# AARGH!!



## SistA HazeL (Aug 10, 2008)

Right now, at this moment, it feels like different parts of my body wants to go to different places, i got a splitting headache and a lot of things running through my mind...

AARGH!!


----------



## Mark (Jul 21, 2008)

You had better wrap yourself in a blanket before you fly apart.
People do spontaneously fly apart.

Having things going through you mind (except bullets and other projectiles) is good in a way.
Some people with dpd describe their brains as dead and having no thoughts.
Look on the bright side I guess.
Let?s start or own DPD short hand.
LOBS - Look On the Bright Side.
IDKWIAAM - I Don't Know Who I Am Any More
IMBIIM - It's Me But It Isn?t Me
IFLAFR - I Feel Like A F-cken Robot
MTJE14CAAEW!- My Toad Just Eat 14 Crickets And An Ear Wig!


----------



## Guest (Aug 29, 2008)

Mark said:


> People do spontaneously fly apart.


lol


----------



## peachy (Feb 9, 2008)

Mark said:


> MTJE14CAAEW!- My Toad Just Eat 14 Crickets And An Ear Wig!


ahhaahahhaahhaah sometimes i wish i had as many brilliant things to say as you. 
you keep this site alive. hmm which is good for most of us here as we are all feelin mostly dead.


----------



## SistA HazeL (Aug 10, 2008)

peachyderanged said:


> Mark said:
> 
> 
> > MTJE14CAAEW!- My Toad Just Eat 14 Crickets And An Ear Wig!
> ...


Haha how random was that ear wig thing? Lol. Mark, you say the most random things. yep random u r lol.


----------



## Mark (Jul 21, 2008)

I wish it the toad thing was random but I had just writen about it.

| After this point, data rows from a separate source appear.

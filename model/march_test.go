package model

import (
	"encoding/json"
	"math"
	"os"
	"path/filepath"
	"slices"
	"strings"
	"testing"

	"slowpoint/model/cell"
)

// problem is a reference problem that is marched: its inputs stand in testdata/published/solutions, with how it was solved twice.
type problem struct {
	id      string
	product Product
	steps   []Step
	points  map[string]Place
	allowK  float64
	edgeK   float64
}

func filmTo(w, c float64) Exposure {
	return Exposure{Surface: Film, FilmW: &w, Medium: Course{TimesS: []float64{0}, C: []float64{c}}}
}

// iceLaw is a food whose ice forms over a range, as formulas: below its freezing point tf, °C, the share 1 - tf/T of its latent heat, J/kg, has left,
// and its conductivity has gone as far from the unfrozen to the frozen one.
type iceLaw struct{ rho, cu, cf, latent, tf, ku, kf float64 }

// food gives the material of a law, in which highC stands as its hottest temperature, °C.
func (l iceLaw) food(name, source string, highC float64) *Material {
	return &Material{Name: name, Source: source, Composed: true, FreezingC: &l.tf, LowC: -60, HighC: highC, Waterless: true,
		Props: func(c float64) Properties {
			if c >= l.tf {
				return Properties{l.ku, l.rho, l.cu}
			}
			return Properties{l.ku + (l.kf-l.ku)*(1-l.tf/c), l.rho, l.cf - l.latent*l.tf/(c*c)}
		},
		EnthalpyJkg: func(c float64) float64 {
			if c >= l.tf {
				return l.cu * (c - l.tf)
			}
			return l.cf*(c-l.tf) - l.latent*(1-l.tf/c)
		}}
}

// freezingFood is the food of problem H: an enthalpy law that is given as a formula.
func freezingFood() *Material {
	return iceLaw{1050, 3500, 1900, 0.68 * 333500, -1.1, 0.48, 1.55}.food("test food", "input of the problem", 100)
}

// wetRadiating is the surface of problem I with its own law of mass transfer.
func wetRadiating(filmW, mediumC, radiantC, rh, km float64) Exposure {
	const emissivity, aw, latent, sigma = 0.9, 0.98, 2.4e6, 5.670374419e-8
	sat := func(c float64) float64 { return 610.94 * math.Exp(17.625*c/(c+243.04)) }
	vapour, walls := rh*sat(mediumC), radiantC+273.15
	walls *= walls
	e := filmTo(filmW, mediumC)
	e.Surface = &Surface{Name: "test surface", law: func(c, _ float64) (float64, float64) {
		k, p, x := c+273.15, sat(c), c+243.04
		return filmW*(mediumC-c) + emissivity*sigma*(walls*walls-k*k*k*k) - km*latent*(aw*p-vapour),
			-filmW - 4*emissivity*sigma*k*k*k - km*latent*aw*p*17.625*243.04/(x*x)
	}}
	return e
}

func problems() []problem {
	up := func(names ...any) map[string]Place {
		m := map[string]Place{}
		for i := 0; i < len(names); i += 2 {
			m[names[i].(string)] = Place{UpM: names[i+1].(float64)}
		}
		return m
	}
	linear := &Material{Name: "test food", Source: "input of the problem", Table: true, LowC: -50, HighC: 200, Props: func(c float64) Properties {
		return Properties{0.46 + 0.0014*c, 1000, 3700 + 1.5*c}
	}}
	constant := &Material{Name: "test food", Source: "input of the problem", Props: func(float64) Properties { return Properties{0.48, 1060, 3600} }}
	return []problem{
		{"D", Product{Name: "brick", Shape: Brick, Size: Size{ThicknessM: 0.09, WidthM: 0.18, LengthM: 0.3}, Food: linear, StartC: 5},
			[]Step{{Name: "cook", Stage: Cook, DurationS: 3600, Exposure: filmTo(25, 160)}, {Name: "rest", Stage: Rest, DurationS: 900, Exposure: filmTo(8, 22)}, {Name: "chill", Stage: Cool, DurationS: 14400, Exposure: filmTo(30, 2)}},
			map[string]Place{"centre": {}, "face_x": {AlongM: 0.15}, "face_y": {AcrossM: 0.09}, "face_z": {UpM: 0.045}, "corner": {0.045, 0.09, 0.15}, "half": {0.0225, 0.045, 0.075}}, 0.02, 0.03},
		{"H", Product{Name: "slab", Shape: Slab, Size: Size{ThicknessM: 0.05}, Food: freezingFood(), StartC: 20},
			[]Step{{Name: "freeze", Stage: Freeze, DurationS: 10800, Exposure: filmTo(40, -30)}}, up("centre", 0.0, "quarter", 0.0125, "surface", 0.025), 0.02, 0.02},
		{"I", Product{Name: "slab", Shape: Slab, Size: Size{ThicknessM: 0.03}, Food: constant, StartC: 5},
			[]Step{{Name: "humid oven", Stage: Cook, DurationS: 2700, Exposure: wetRadiating(25, 160, 170, 0.03, 1.525513e-07)},
				{Name: "rest", Stage: Rest, DurationS: 600, Exposure: wetRadiating(8, 22, 22, 0.5, 4.88164e-08)},
				{Name: "chill", Stage: Cool, DurationS: 9000, Exposure: wetRadiating(20, 2, 2, 0.85, 1.22041e-07)}}, up("centre", 0.0, "quarter", 0.0075, "surface", 0.015), 0.02, 0.02},
	}
}

// solved holds an independent solution of a problem.
type solved struct {
	Reference struct {
		Columns []string
		Rows    [][]any
	}
}

func solutionOf(t testing.TB, id string) solved {
	raw, err := os.ReadFile(filepath.Join("..", "testdata", "published", "solutions", id+".json"))
	if err != nil {
		t.Fatal(err)
	}
	var s solved
	if err := json.Unmarshal(raw, &s); err != nil {
		t.Fatal(err)
	}
	return s
}

// offK gives the largest difference of a history from a solution, and reports each above what is allowed.
func (p *problem) offK(t testing.TB, h *History, sol solved) float64 {
	s := h.Sample(30)
	worst, compared := 0.0, 0
	for _, row := range sol.Reference.Rows {
		at := row[0].(float64)
		i := slices.IndexFunc(s.TimesS, func(x float64) bool { return math.Abs(x-at) < 1e-6 })
		for c, column := range sol.Reference.Columns {
			name, isC := strings.CutSuffix(column, "_C")
			if !isC {
				continue
			}
			var got float64
			allow := p.allowK
			switch name {
			case "volume_mean":
				got = s.Mean[i]
			case "coldest_T":
				got, allow = s.Coldest[i], p.edgeK
			case "hottest_T":
				got, allow = s.Hottest[i], p.edgeK
			default:
				place, ok := p.points[name]
				if !ok {
					t.Fatalf("no place %s", name)
				}
				got = h.At(place, at)
			}
			off := math.Abs(got - row[c].(float64))
			worst = max(worst, off)
			compared++
			if off > allow {
				t.Errorf("%s at %g s: %s %.4f, want %.4f", p.id, at, name, got, row[c])
			}
		}
	}
	if compared < 60 {
		t.Fatalf("only %d figures compared", compared)
	}
	return worst
}

func TestMarchedReferenceProblems(t *testing.T) {
	for _, p := range problems() {
		t.Run(p.id, func(t *testing.T) {
			h, err := Solve(p.product, p.steps, Options{})
			if err != nil {
				t.Fatal(err)
			}
			worst := p.offK(t, h, solutionOf(t, p.id))
			t.Logf("largest difference %.4f K, stated error %.4f K, %s, %d instants", worst, h.ErrorK, h.Method, len(h.field.(*marched).track.times))
			if worst > 2*h.ErrorK+0.002 {
				t.Errorf("stated error %.4f K, true %.4f K", h.ErrorK, worst)
			}
			if h.ErrorK > p.allowK {
				t.Errorf("stated error %.4f K, promised %.4f K", h.ErrorK, p.allowK)
			}
		})
	}
}

// A state that was put aside comes back as it was, also where the surface has led the march to another linear problem since.
func TestMarchRestoresItsState(t *testing.T) {
	food := &Material{Name: "test food", Source: "input of the test", Table: true, LowC: -30, HighC: 260, Waterless: true, Props: func(c float64) Properties {
		return Properties{0.44 + 0.0011*c, 1030, 3400 + 1.2*c}
	}}
	walls := 340.0
	oven := Exposure{Surface: StillAir, Medium: Course{TimesS: []float64{0}, C: []float64{240}}, RadiatingC: &walls, Wet: ptr(false)}
	for _, shape := range []*Shape{Slab, Brick, Spheroid, LayeredSlab, Bar} {
		t.Run(shape.Name, func(t *testing.T) {
			p := Product{Name: "P", Shape: shape, Food: food, StartC: 6, Size: Size{ThicknessM: 0.061, WidthM: 0.083, LengthM: 0.12, DiameterM: 0.072}}
			switch shape {
			case Bar: // with ice
				p.Food, p.StartC = icyFood(), -4
			case LayeredSlab:
				p.Food, p.Layers = nil, []Layer{{Food: food, ThicknessM: 0.02, BelowM2KW: 0.004}, {Food: food, ThicknessM: 0.041}}
			}
			steps := []Step{{Name: "roast", Stage: Cook, DurationS: 5000, Exposure: oven}}
			s := &solver{product: &p, steps: steps, options: Options{ConductivityFactor: 1}, tmp: scratches.Get().(*scratch)}
			defer scratches.Put(s.tmp)
			s.layOut()
			e, _ := s.firstEffort()
			f := s.newMarched(e)
			k := s.skinOf(&steps[0].Exposure, nil, &steps[0])
			f.state.surround(func(*Face) *skin { return k })
			f.state.begin(0)
			f.state.keep(f.track, 0)
			tau := 0.0
			step := func(to float64) {
				for d := 1.0; tau < to; d *= 2 {
					for f.state.try(tau, d) > 0.1 {
						d /= 4
					}
					tau += d
					f.state.accept(f.track, tau)
				}
			}
			step(60)
			f.state.save(tau)
			want, at := make([]float64, f.track.n), tau
			f.track.all(f.track.find(tau), want)
			step(1200) // the walls heat the surface more and more steeply
			f.state.restore()
			again := &track{n: f.track.n, ice: f.track.ice}
			f.state.keep(again, at)
			f.state.keep(again, at+1)
			got := make([]float64, f.track.n)
			again.all(again.find(at), got)
			for i := range got {
				if math.Abs(got[i]-want[i]) > 1e-6 {
					t.Fatalf("node %d comes back at %.6f °C, was %.6f °C", i, got[i], want[i])
				}
			}
		})
	}
}

// A step that cannot be solved however short it is is refused, and never taken as it came out.
func TestMarchThatCannotGoOnIsRefused(t *testing.T) {
	e := filmTo(25, 120)
	e.At = cell.Ref{Sheet: "Steps", Row: 3}
	e.Surface = &Surface{Name: "test surface", law: func(c, _ float64) (float64, float64) {
		if c > 50 {
			return math.NaN(), math.NaN()
		}
		return 25 * (120 - c), -25
	}}
	for _, f := range []*Material{freezingFood(), {Name: "test food", Source: "input of the test", Props: func(float64) Properties { return Properties{0.48, 1060, 3600} }}} {
		p := Product{Name: "P", Shape: Slab, Food: f, StartC: -15, Size: Size{ThicknessM: 0.03}}
		if f.FreezingC == nil {
			p.StartC = 7
		}
		_, err := Solve(p, []Step{{Name: "roast", Stage: Cook, DurationS: 3000, Exposure: e}}, Options{})
		if err == nil || !strings.Contains(err.Error(), "changes so fast") || !strings.Contains(err.Error(), "Steps") {
			t.Errorf("start %g °C: %v", p.StartC, err)
		}
	}
}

we need this short hand also:

DJWSFFASOP - Darren Just Wrote Something F-cken Funny About Some Ones Post


----------



## Guest (Aug 29, 2008)

Yea but i've had many complaints from female members... so I have to calm down with what I joke about. Glad we have another down to earth guy on here Mark.


----------



## SistA HazeL (Aug 10, 2008)

UPDATE: 
It's 2am. Can't sleep. :shock:


----------



## Guest (Aug 29, 2008)

You're cute.


----------



## SistA HazeL (Aug 10, 2008)

Lol thanks Darren *blushes*


----------



## Guest (Aug 29, 2008)

IWTCD


----------



## Guest (Aug 29, 2008)

hazelnutta said:


> Lol thanks Darren *blushes*


Like I always say; Thank your parents =).


----------



## Guest (Aug 29, 2008)

Spirit said:


> IWTCD


I want to "c" darren? :wink:


----------



## peachy (Feb 9, 2008)

cum?


----------



## Guest (Aug 29, 2008)

Tutt tutt... such a word "shouldn't" be written by a female =P


----------



## Guest (Aug 29, 2008)

Guess what i'm doing to myself "right" now....


----------



## SistA HazeL (Aug 10, 2008)

Lol this is gettin too random. Darren, r u doing what i think u r doing?


----------



## SistA HazeL (Aug 10, 2008)

Lol this is gettin too random. Darren, r u doing what i think u r doing?


----------



## Guest (Aug 29, 2008)

hazelnutta said:


> Lol this is gettin too random. Darren, r u doing what i think u r doing?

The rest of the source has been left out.